> TASK BRIEF
Spot each line in the records below where the word "checkNumber" occurs, then copy it.
═════ EXERCISE MATERIALS
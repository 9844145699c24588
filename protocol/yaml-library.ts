/**
 * The YAML library, loaded at its first use: its seventy modules would else be a sixth of the start of every command, also
 * of those that read no YAML. It is a CommonJS package, so it loads within a call that is not async.
 */
import { createRequire } from 'node:module';
import type * as Yaml from 'yaml';

const load = createRequire(import.meta.url);

/** The library; the same object at every call. */
export const yamlLibrary = (): typeof Yaml => load('yaml') as typeof Yaml;
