/**
 * The envelope that closes a bundle: fixed binary, big-endian, verified before anything inside is parsed.
 *
 *   offset  size  meaning
 *        0     4  magic "SWB1"
 *        4     1  envelope version, 1
 *        5     1  count of signatures, 1 to 4
 *        6     2  reserved, 0
 *        8     4  length of the document
 *       12     4  key epoch: a rotation of keys starts a new one
 *       16     8  sequence number, at most 2^53 - 1; only ever rises within an epoch
 *       24    32  SHA-256 of the document
 *       56    72  for each signature: key id (8), Ed25519 signature (64)
 *              n  the document, and nothing after it
 *
 * A signature (seal.ts) is over "stillwell bundle v1\n", then bytes 0 to 55 with byte 5 as 0 (so that signatures can be
 * added), then the document. This file knows the layout alone; it verifies neither digest nor signatures.
 */
import { sha256, toHex } from './digest.ts';
import { ProtocolError } from './errors.ts';
import { KEY_ID_BYTES, SIGNATURE_BYTES } from './keys.ts';
import { MAX_BUNDLE_BYTES } from './limits.ts';

/** First bytes of every sealed bundle. */
export const ENVELOPE_MAGIC = 'SWB1';
/** Version of the layout above; any other is refused. */
export const ENVELOPE_VERSION = 1;
/** Most signatures an envelope carries. */
export const MAX_SIGNATURES = 4;

/** Bytes before the first signature. */
export const HEADER_BYTES = 56;
const ENTRY_BYTES = KEY_ID_BYTES + SIGNATURE_BYTES;
const DIGEST_BYTES = 32;

/** Where a sealed bundle stands in the order of its site's bundles. */
export interface SealNumbers {
  /** 0 to 2^32 - 1. */
  readonly epoch: number;
  /** 1 to 2^53 - 1. */
  readonly sequence: number;
}

/** One signature as the envelope carries it. */
export interface EnvelopeSignature {
  readonly keyId: Uint8Array;
  readonly signature: Uint8Array;
}

/** An envelope taken apart; nothing in it is verified beyond its own layout. */
export interface Envelope extends SealNumbers {
  readonly version: number;
  /** As the header states it; `openSealed` holds it against the document. */
  readonly digest: Uint8Array;
  readonly signatures: readonly EnvelopeSignature[];
  readonly document: Uint8Array;
}

/** Refuses a sealed bundle, saying what was expected and got. */
export const refuseSealed = (
  code: 'size' | 'envelope' | 'digest' | 'signature',
  message: string,
  details: Record<string, unknown> = {},
): never => {
  throw new ProtocolError(code, `sealed bundle: ${message}`, { details });
};

const checkNumber = (name: string, value: number, least: number, most: number): void => {
  if (!Number.isSafeInteger(value) || value < least || value > most) {
    refuseSealed('envelope', `${name}: expected a whole number from ${least} to ${most}, got ${value}`);
  }
};

/**
 * Writes an envelope around a document: header, signatures in the order given, document.
 *
 * shapes  header 56 bytes, as `writeHeader` made it for the same document and count
 */
export const writeEnvelope = (
  header: Uint8Array,
  signatures: readonly EnvelopeSignature[],
  document: Uint8Array,
): Uint8Array => {
  const entries = signatures.flatMap(({ keyId, signature }) => [keyId, signature]);
  return Uint8Array.from(Buffer.concat([header, ...entries, document]));
};

/**
 * Writes the first 56 bytes for a document and a count of signatures.
 *
 * throws  ProtocolError 'envelope' for numbers or counts out of bounds, 'size' when the whole would pass MAX_BUNDLE_BYTES
 */
export const writeHeader = (document: Uint8Array, numbers: SealNumbers, count: number): Uint8Array => {
  checkNumber('key epoch', numbers.epoch, 0, 2 ** 32 - 1);
  checkNumber('sequence', numbers.sequence, 1, Number.MAX_SAFE_INTEGER);
  checkNumber('count of signing keys', count, 1, MAX_SIGNATURES);
  if (document.length === 0) refuseSealed('envelope', 'expected a document, got no bytes');
  const total = HEADER_BYTES + ENTRY_BYTES * count + document.length;
  if (total > MAX_BUNDLE_BYTES)
    refuseSealed('size', `expected at most ${MAX_BUNDLE_BYTES} bytes, got ${total}`, { bytes: total });
  const header = new Uint8Array(HEADER_BYTES);
  const view = new DataView(header.buffer);
  header.set(Buffer.from(ENVELOPE_MAGIC, 'ascii'), 0);
  view.setUint8(4, ENVELOPE_VERSION);
  view.setUint8(5, count);
  view.setUint32(8, document.length);
  view.setUint32(12, numbers.epoch);
  view.setBigUint64(16, BigInt(numbers.sequence));
  header.set(sha256(document), 24);
  return header;
};

const checkHeader = (bytes: Uint8Array): { count: number; start: number } => {
  if (bytes.length > MAX_BUNDLE_BYTES) {
    refuseSealed('size', `expected at most ${MAX_BUNDLE_BYTES} bytes, got ${bytes.length}`, { bytes: bytes.length });
  }
  const magic = Buffer.from(bytes.subarray(0, 4)).toString('latin1');
  if (bytes.length >= 4 && magic !== ENVELOPE_MAGIC) {
    refuseSealed(
      'envelope',
      `byte 0: expected "${ENVELOPE_MAGIC}", got ${JSON.stringify(magic)}: this is no sealed bundle; give one that \`stillwell seal\` wrote`,
    );
  }
  if (bytes.length < HEADER_BYTES) {
    refuseSealed(
      'envelope',
      `expected a header of ${HEADER_BYTES} bytes, got ${bytes.length}: the file is cut short; get it again`,
    );
  }
  const view = new DataView(bytes.buffer, bytes.byteOffset, bytes.byteLength);
  const version = view.getUint8(4);
  if (version !== ENVELOPE_VERSION) {
    refuseSealed('envelope', `byte 4: expected envelope version ${ENVELOPE_VERSION}, got ${version}`, { version });
  }
  const count = view.getUint8(5);
  if (count < 1 || count > MAX_SIGNATURES) {
    refuseSealed('envelope', `byte 5: expected 1 to ${MAX_SIGNATURES} signatures, got ${count}`);
  }
  if (view.getUint16(6) !== 0) refuseSealed('envelope', `byte 6: expected 0, got ${view.getUint16(6)}`);
  const start = HEADER_BYTES + ENTRY_BYTES * count;
  const total = start + view.getUint32(8);
  if (total !== bytes.length) {
    const why =
      total > bytes.length ? 'the file is cut short; get it again' : 'something follows the document; get it again';
    refuseSealed('envelope', `expected ${total} bytes by its own header, got ${bytes.length}: ${why}`);
  }
  return { count, start };
};

/**
 * Takes an envelope apart for showing. Verifies its layout only: neither digest nor signatures.
 *
 * throws  ProtocolError 'size' or 'envelope' with the offset
 */
export const readEnvelope = (bytes: Uint8Array): Envelope => {
  const { count, start } = checkHeader(bytes);
  const view = new DataView(bytes.buffer, bytes.byteOffset, bytes.byteLength);
  const sequence = view.getBigUint64(16);
  if (sequence < 1n || sequence > BigInt(Number.MAX_SAFE_INTEGER)) {
    refuseSealed('envelope', `byte 16: expected a sequence from 1 to 2^53 - 1, got ${sequence}`);
  }
  const signatures = Array.from({ length: count }, (_, i) => {
    const at = HEADER_BYTES + ENTRY_BYTES * i;
    return Object.freeze({
      keyId: bytes.slice(at, at + KEY_ID_BYTES),
      signature: bytes.slice(at + KEY_ID_BYTES, at + ENTRY_BYTES),
    });
  });
  if (new Set(signatures.map((entry) => toHex(entry.keyId))).size !== count) {
    refuseSealed('envelope', 'expected signatures by distinct keys, got one key twice');
  }
  return Object.freeze({
    version: view.getUint8(4),
    epoch: view.getUint32(12),
    sequence: Number(sequence),
    digest: bytes.slice(24, 24 + DIGEST_BYTES),
    signatures: Object.freeze(signatures),
    document: bytes.slice(start),
  });
};
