/** `stillwell hindcast`: what a bundle would have forecast over a history, scored beside the rivals. */
import type { Bundle } from '@stillwell/protocol';
import { ADVISORY, describeSchemaDifference } from '@stillwell/protocol';
import { Command } from 'commander';
import { openProvenFile } from '../bundle-file.ts';
import { TrainError } from '../errors.ts';
import { believe, excludedNotes } from '../exclusions.ts';
import { lookLimits, olderNote, readNewest } from '../history/long.ts';
import { asTheGateway } from '../history/plausible.ts';
import type { Series } from '../history/series.ts';
import { layOnTicks } from '../history/ticks.ts';
import { declaredLimits } from '../judge/crossings.ts';
import { judge, verdictSteps } from '../judge/gate.ts';
import { type Hindcast, hindcast } from '../judge/hindcast.ts';
import { hindcastJson } from '../judge/hindcast-json.ts';
import { planWorth, planWorthJson } from '../judge/plan-worth.ts';
import { meanOf, skillScore } from '../judge/scores.ts';
import { blockText, crossingText, worstText } from '../judge/words.ts';
import { learnedSpans } from '../learned-spans.ts';
import { several } from '../option-values.ts';
import { plannedInputs, planWorthText } from '../plans.ts';
import { createProgress } from '../progress.ts';
import { readSite } from '../site-file.ts';
import type { TickSpan } from '../span.ts';
import { shortNumber, textTable } from '../text-table.ts';
import { timeSpan } from '../time-option.ts';

interface HindcastOptions {
  readonly bundle: string;
  readonly site: string;
  readonly history: string[];
  readonly timeZone?: string;
  readonly from?: string;
  readonly until?: string;
  readonly json: boolean;
}

/** The command, to be joined to the program. */
export function hindcastCommand(): Command {
  return new Command('hindcast')
    .description('Replays a bundle over a history tick by tick and scores its forecasts beside the obvious guesses.')
    .requiredOption('--bundle <file>', 'sealed bundle (.swb) or candidate (.swc)')
    .requiredOption('--site <file>', 'site file')
    .requiredOption(
      '--history <files...>',
      'CSV, NDJSON or Parquet files, text also as .gz or .zst; folders and patterns too',
      several,
    )
    .option('--time-zone <zone>', "zone of history times that carry none; the site's otherwise")
    .option(
      '--from <time>',
      'first reading judged; by default the first that the bundle neither learned nor was calibrated from',
    )
    .option('--until <time>', 'first reading no longer judged; by default the end of the history')
    .option('--json', 'every signal and step as JSON', false)
    .addHelpText(
      'after',
      '\nExample:\n  stillwell hindcast --bundle north-well.swb --site site.yaml --history logs/*.csv --from 2026-01-01 --json',
    )
    .action(run);
}

async function run(options: HindcastOptions): Promise<void> {
  const site = readSite(options.site);
  const { bundle, model, digest } = openProvenFile(options.bundle);
  const difference = describeSchemaDifference(bundle, site);
  if (difference !== null) {
    throw new TrainError(
      'bundle',
      `${options.bundle} was made for other readings than ${options.site} declares: ${difference}`,
    );
  }
  const { fromMs, untilMs } = timeSpan(options, site.timeZone);
  const progress = createProgress('reading');
  const { history, older, remembered } = await readNewest(options.history, site, {
    zone: options.timeZone ?? null,
    ...(untilMs === undefined ? {} : { untilMs }),
    progress,
    limits: lookLimits(site),
  });
  progress.end();
  // On the bundle's lattices, as the gateway would take them, whatever this history alone would show.
  const { seen, mark } = believe(history, site, remembered);
  const series = mark(
    layOnTicks(
      seen,
      site,
      bundle.channels.map((channel) => channel.lattice),
      asTheGateway(site),
    ),
  );
  const learned = learnedSpans(bundle);
  const fromTick = fromMs === undefined ? learned.seenTo : Math.ceil(fromMs / series.tickMs);
  // The filter warms up on the first ticks of a newest part, which have readings before them that it did not see.
  const warmFrom = older === null ? 0 : series.firstTick + bundle.warmupTicks;
  const span = judgedSpan(series, bundle, Math.max(fromTick, warmFrom), fromMs !== undefined);
  const note = olderNote(older, series.tickMs);
  refuseUnread(series, span, options.history);
  const units = bundle.channels.map((channel) => channel.unit);
  const limits = declaredLimits(site.signals.map((signal) => signal.limits));
  const cast = hindcast(model, series, { ...span, learn: learned.learn, limits }, units);
  const judged = { fromTick: span.fromTick - series.firstTick, toTick: span.toTick - series.firstTick };
  const worth = planWorth(model, series, judged, plannedInputs(site));
  const seenShare = Math.max(0, Math.min(1, (learned.seenTo - span.fromTick) / (span.toTick - span.fromTick)));
  const head = {
    bundle: Buffer.from(digest).toString('hex'),
    site: bundle.site,
    advisory: ADVISORY,
    seen_share: seenShare,
    ...(note === null ? {} : { note }),
  };
  process.stdout.write(
    options.json
      ? `${JSON.stringify({ ...head, ...hindcastJson(cast), ...planWorthJson(worth) }, null, 2)}\n`
      : `${tableText(cast)}\n\n${judgedText(cast)}\n${planWorthText(worth)}${seenText(seenShare)}${notesText(series)}${note === null ? '' : `Note: ${note}\n`}\n${ADVISORY}\n`,
  );
}

/** Worst times first: where the forecasts fail is what a person wants to look at. */
function judgedText(cast: Hindcast): string {
  const verdicts = judge(cast);
  const sentences = verdicts.signals.map((verdict) => `  ${verdict.sentence}`).join('\n');
  return [worstText(cast), sentences, blockText(verdicts), crossingText(cast), verdicts.sentence, '']
    .filter((text, k) => text !== '' || k === 5)
    .join('\n\n');
}

function notesText(series: Series): string {
  return excludedNotes(series)
    .map((note) => `Note: ${note}\n`)
    .join('');
}

function seenText(share: number): string {
  if (share === 0) return '';
  return `Note: ${percent(share)} of the judged time is time the bundle learned or was calibrated from, which flatters it.\n`;
}

function judgedSpan(series: Series, bundle: Bundle, asked: number, isAsked: boolean): TickSpan {
  const end = series.firstTick + series.ticks;
  const fromTick = Math.max(asked, series.firstTick + 1);
  if (end - fromTick >= bundle.horizon) return { fromTick, toTick: end };
  const why = isAsked ? 'the time given with --from' : 'the end of what the bundle learned and was calibrated from';
  throw new TrainError(
    'history',
    `The history ends at ${time(end, series.tickMs)}; expected at least ${bundle.horizon} ticks (one horizon) after ` +
      `${time(asked, series.tickMs)}, ${why}, got ${Math.max(0, end - fromTick)}. Give later history, or an earlier --from.`,
    { details: { from: asked, end } },
  );
}

/** A table of dashes would look like an answer. */
function refuseUnread(series: Series, span: TickSpan, files: readonly string[]): void {
  const signals = series.values.slice(0, series.signalCount);
  const [from, to] = [span.fromTick - series.firstTick, span.toTick - series.firstTick];
  if (signals.some((values) => values.subarray(from, to).some((value) => !Number.isNaN(value)))) return;
  throw new TrainError(
    'history',
    `${files.join(', ')}: expected readings of at least one signal from ${time(span.fromTick, series.tickMs)} to ` +
      `${time(span.toTick, series.tickMs)} to judge by, got none; check the columns, or give another --from`,
  );
}

function time(tick: number, tickMs: number): string {
  return new Date(tick * tickMs).toISOString();
}

function tableText(cast: Hindcast): string {
  const H = cast.horizon;
  const cells = cast.mse.length;
  const head = [
    'signal',
    'step',
    'mse',
    'mae',
    'standardised mse',
    ...cast.rivals.map((name) => `skill: ${name}`),
    'coverage',
    'width',
  ];
  const rows = cast.signals.flatMap((signal, i) =>
    verdictSteps(H).map((h) => {
      const cell = i * H + h - 1;
      return [
        `${signal} [${cast.units[i]}]`,
        String(h),
        shortNumber(cast.mse[cell]),
        shortNumber(cast.mae[cell]),
        shortNumber(cast.mseStandardised[cell]),
        ...cast.rivals.map((_, r) => percent(skillScore(cast.mse[cell], cast.rivalMse[r * cells + cell]))),
        percent(cast.coverage[cell]),
        shortNumber(cast.width[cell]),
      ];
    }),
  );
  const right = head.map((_, k) => k).slice(1);
  return [
    `${cast.origins} origins, ${new Date(cast.fromMs).toISOString()} to ${new Date(cast.toMs).toISOString()}`,
    textTable(head, rows, right),
    `Standardised by the learning part, over all signals and steps 1 to ${H}: mse ${shortNumber(meanOf(cast.mseStandardised))}, mae ${shortNumber(meanOf(cast.maeStandardised))}`,
  ].join('\n');
}

function percent(share: number): string {
  return Number.isFinite(share) ? `${(100 * share).toFixed(1)} %` : '-';
}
══════════
> SOLUTION FOR THIS PROBLEM
const checkNumber = (name: string, value: number, least: number, most: number): void => {
  checkNumber('key epoch', numbers.epoch, 0, 2 ** 32 - 1);
  checkNumber('sequence', numbers.sequence, 1, Number.MAX_SAFE_INTEGER);
  checkNumber('count of signing keys', count, 1, MAX_SIGNATURES);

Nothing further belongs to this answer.